Strategic Tax and Business Planning for Closely-Held Businesses

Our attorneys are experienced in analyzing the intricacies of tax issues encountered by “C” and “S” corporations, real estate, various general and limited partnerships, business trusts, limited liability companies and other business organizations. Considering our clients’ specific needs, we devise tax-wise strategies to form, operate, reorganize, merge, sell and liquidate businesses. We assist our clients in designing executive compensation plans involving restricted stock, stock options, ESOPs, retirement planning and other benefits.
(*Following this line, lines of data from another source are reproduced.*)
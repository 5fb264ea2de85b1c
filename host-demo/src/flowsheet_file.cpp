#include "flowsheet_file.hpp"

#include <algorithm>
#include <array>
#include <cmath>
#include <fstream>
#include <map>
#include <optional>
#include <span>
#include <sstream>

#include <fmt/format.h>
#include <yaml-cpp/yaml.h>

#include "nearest_name.hpp"
#include "protonflow/thermo/constants.hpp"
#include "protonflow/thermo/errors.hpp"
#include "protonflow/thermo/formula.hpp"
#include "protonflow/thermo/water_properties.hpp"

namespace protonflow::host {
namespace {

constexpr std::array<std::string_view, 7> top_level_keys{"name",    "components", "solids", "gauge_reference",
                                                          "streams", "units",      "solver"};
constexpr std::array<std::string_view, 6> stream_keys{"temperature", "pressure", "aqueous", "gas", "solids", "estimate"};
constexpr std::array<std::string_view, 5> phase_keys{"flow", "flows", "basis", "composition", "density"};
constexpr std::array<std::string_view, 3> unit_keys{"type", "parameters", "ports"};
constexpr std::array<std::string_view, 5> solver_keys{"tolerance", "max_iterations", "acceleration_depth", "damping",
                                                      "tear_streams"};
constexpr std::array<std::string_view, 6> basis_names{"mass_fraction", "mole_fraction",      "volume_fraction",
                                                      "molality",      "molarity",           "mass_concentration"};
constexpr std::array<CompositionBasis, 6> bases{CompositionBasis::mass_fraction, CompositionBasis::mole_fraction,
                                               CompositionBasis::volume_fraction, CompositionBasis::molality,
                                               CompositionBasis::molarity, CompositionBasis::mass_concentration};

// Kell's water density, the default for per-volume compositions, holds over 0–150 °C (water_properties.hpp).
constexpr double kell_minimum_temperature = 273.15;  // K
constexpr double kell_maximum_temperature = 423.15;  // K

SourcePosition position_of(const std::string& file, const YAML::Mark& mark) {
  if (mark.is_null()) return SourcePosition{file, 0, 0};
  return SourcePosition{file, mark.line + 1, mark.column + 1};  // yaml-cpp counts from 0
}

SourcePosition position_of(const std::string& file, const YAML::Node& node) { return position_of(file, node.Mark()); }

struct Entry {
  YAML::Node key;
  YAML::Node value;
};

// A mapping read in file order, with its keys checked.
using Entries = std::vector<std::pair<std::string, Entry>>;

std::string unknown_message(std::string_view what, std::string_view given, std::string_view context,
                            std::span<const std::string_view> choices) {
  const std::string unknown = fmt::format("unknown {} '{}'{}{}", what, given, context.empty() ? "" : " ", context);
  if (const auto suggestion = nearest_name(given, choices)) return fmt::format("{}; did you mean '{}'?", unknown, *suggestion);
  return fmt::format("{}; expected {}", unknown, list_choices(choices));
}

class Reader {
 public:
  Reader(std::string file, const UnitConverter& units) : file_(std::move(file)), units_(&units), quantities_(units) {}

  FlowsheetInput read(const YAML::Node& document);

 private:
  SourcePosition at(const YAML::Node& node) const { return position_of(file_, node); }

  // The entries of a mapping; duplicate keys and (with valid_keys) unknown ones are errors.
  Entries entries(const YAML::Node& mapping, std::string_view context, std::span<const std::string_view> valid_keys,
                  bool check_keys = true) const {
    Entries result;
    std::map<std::string, int> first_line;
    for (const auto& pair : mapping) {
      const YAML::Node key = pair.first;
      if (!key.IsScalar() || key.Scalar().empty()) {
        throw InputError(at(key), fmt::format("a key in {} must be a plain name", context));
      }
      const std::string& name = key.Scalar();
      if (check_keys && std::ranges::find(valid_keys, name) == valid_keys.end()) {
        throw InputError(at(key), unknown_message("key", name, fmt::format("in {}", context), valid_keys));
      }
      const auto [previous, inserted] = first_line.emplace(name, at(key).line);
      if (!inserted) {
        throw InputError(at(key), fmt::format("'{}' is given twice in {} (first at line {})", name, context,
                                              previous->second));
      }
      result.emplace_back(name, Entry{key, pair.second});
    }
    return result;
  }

  static const Entry* find(const Entries& entries, std::string_view key) {
    const auto found = std::ranges::find(entries, key, &Entries::value_type::first);
    return found == entries.end() ? nullptr : &found->second;
  }

  const Entry& require(const Entries& entries, std::string_view key, const SourcePosition& parent,
                       std::string_view context, std::string_view hint) const {
    const Entry* entry = find(entries, key);
    if (entry == nullptr) throw InputError(parent, fmt::format("missing key '{}' in {}: {}", key, context, hint));
    return *entry;
  }

  const YAML::Node& mapping(const Entry& entry, std::string_view what) const {
    if (!entry.value.IsMap()) {
      throw InputError(at(entry.value.IsNull() ? entry.key : entry.value),
                       fmt::format("'{}' must be a mapping: {}", entry.key.Scalar(), what));
    }
    return entry.value;
  }

  std::string scalar(const Entry& entry, std::string_view expected) const {
    if (entry.value.IsNull()) {
      throw InputError(at(entry.key), fmt::format("'{}' needs a value: {}", entry.key.Scalar(), expected));
    }
    if (!entry.value.IsScalar()) {
      throw InputError(at(entry.value), fmt::format("'{}' must be a single value, not a list or mapping: {}",
                                                    entry.key.Scalar(), expected));
    }
    return entry.value.Scalar();
  }

  // A quantity that must carry its unit, converted to si_unit.
  double quantity(const Entry& entry, std::string_view si_unit, std::string_view example, std::string_view why) const {
    const std::string key = entry.key.Scalar();
    const std::string text = scalar(entry, fmt::format("a quantity with a unit, e.g. '{}'", example));
    const SourcePosition where = at(entry.value);
    QuantityText written;
    try {
      written = split_quantity(text);
    } catch (const QuantityError&) {
      throw InputError(where, fmt::format("{} '{}' must be a number with a unit, e.g. '{}'", key, text, example));
    }
    if (written.unit.empty()) {
      throw InputError(where, fmt::format("{} '{}' needs a unit, e.g. '{}': {}", key, text, example, why));
    }
    try {
      return quantities_.to_si(written, si_unit);
    } catch (const QuantityError& error) {
      throw InputError(where, fmt::format("{} '{}': {} (expected a quantity convertible to {}, e.g. '{}')", key, text,
                                          error.what(), si_unit, example));
    }
  }

  std::string name_of(const YAML::Node& key, std::string_view what) const {
    if (!key.IsScalar() || !valid_name(key.Scalar())) {
      throw InputError(at(key), fmt::format("{} name '{}' may use only letters, digits, '_' and '-'", what,
                                            key.IsScalar() ? key.Scalar() : std::string("?")));
    }
    return key.Scalar();
  }

  double molar_mass(const std::string& formula, const SourcePosition& where) const {
    // Water by the value the equilibrium solver uses, so a stream means the same mass everywhere.
    if (formula == "H2O") return thermo::constants::water_molar_mass;  // kg/mol, IAPWS-95
    try {
      const thermo::Formula parsed = thermo::parse_formula(formula);
      if (parsed.charge != 0) {
        throw InputError(where, fmt::format("component {} is charged; components are neutral compounds such as NaCl "
                                            "or H2SO4 (ions follow from them)",
                                            formula));
      }
      const double mass = thermo::molar_mass(parsed);
      if (!(mass > 0.0) || !std::isfinite(mass)) throw InputError(where, fmt::format("{} has no mass", formula));
      return mass;
    } catch (const thermo::ThermoError& error) {
      throw InputError(where, fmt::format("bad formula: {}", error.what()));
    }
  }

  std::vector<NamedAt> name_list(const Entry& entry, std::string_view what) const;
  void read_solver(const Entry& entry, SolverInput& solver) const;
  StreamInput read_stream(const YAML::Node& key, const YAML::Node& value) const;
  PhaseInput read_phase(const Entry& entry, PhaseKind kind, const std::string& solid, const StreamInput& stream) const;
  void read_component_flows(const Entry& entry, PhaseInput& phase) const;
  CompositionItem read_item(const YAML::Node& key, const YAML::Node& value, CompositionBasis basis, PhaseKind kind) const;
  UnitInput read_unit(const YAML::Node& key, const YAML::Node& value) const;

  std::string file_;
  const UnitConverter* units_;
  QuantityReader quantities_;
};
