// The adiabatic dilution of 98 wt % H2SO4 with water at 25 °C (docs/performance.md, "Concentrated
// binaries"): feed enthalpies, the mixed enthalpy, and the outlet from adiabatic_outlet — to 20 wt %
// (a liquid at about 65 °C) and to 70 wt % (boiling: the liquid at its bubble point with the steam).
#include <benchmark/benchmark.h>

#include "protonflow/thermo/concentrated_binary.hpp"

using namespace protonflow::thermo;

namespace {

AdiabaticOutlet dilute_98_percent(double target) {
  const ConcentratedBinary b = ConcentratedBinary::sulfuric_acid;
  const double water = 0.98 / target - 1.0;  // kg water per kg acid
  const double h =
      (binary_specific_enthalpy(b, 298.15, 0.98) + water * binary_specific_enthalpy(b, 298.15, 0.0)) / (1.0 + water);
  return adiabatic_outlet(b, target, h, 101325.0);
}

void adiabatic_dilution_to_20_percent(benchmark::State& state) {
  for (auto _ : state) benchmark::DoNotOptimize(dilute_98_percent(0.20));
  state.counters["outlet_C"] = dilute_98_percent(0.20).temperature - 273.15;
}
BENCHMARK(adiabatic_dilution_to_20_percent)->Unit(benchmark::kMicrosecond);

void adiabatic_dilution_to_70_percent_boiling(benchmark::State& state) {
  for (auto _ : state) benchmark::DoNotOptimize(dilute_98_percent(0.70));
  const AdiabaticOutlet o = dilute_98_percent(0.70);
  state.counters["outlet_C"] = o.temperature - 273.15;
  state.counters["steam_kg_per_kg"] = o.vapour_fraction;
}
BENCHMARK(adiabatic_dilution_to_70_percent_boiling)->Unit(benchmark::kMicrosecond);

void properties_of_50_percent(benchmark::State& state) {
  for (auto _ : state) benchmark::DoNotOptimize(binary_properties(ConcentratedBinary::sulfuric_acid, 330.0, 0.5));
}
BENCHMARK(properties_of_50_percent)->Unit(benchmark::kMicrosecond);

}  // namespace

BENCHMARK_MAIN();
We specialize in structuring arrangements for the particular needs of the owners of closely-held businesses, including compensation and employment agreements, stock ownership, mergers and acquisitions, restructuring, family planning and buy-sell arrangements. We offer our expertise in negotiating and drafting the documents needed to implement and fulfill these goals.

We advise our clients regarding sophisticated tools and techniques they can use to take advantage of various income, gift, and estate tax benefits available to them under the Internal Revenue Code, including real estate deferred like-kind exchanges, conversions of business activities to pass-through entities, charitable remainder trusts, annual gift tax exclusion donations, private annuities, installment sales to younger generation family members, etc.

Our firm has represented both owners and sellers of closely held businesses, national franchises and multi-national businesses in corporate mergers, acquisitions, restructuring and reorganizations. Additionally, our firm specializes in the preparation of complex limited liability, partnership and corporate shareholder agreements in which the legal concerns of both passive investors and management are addressed and solved.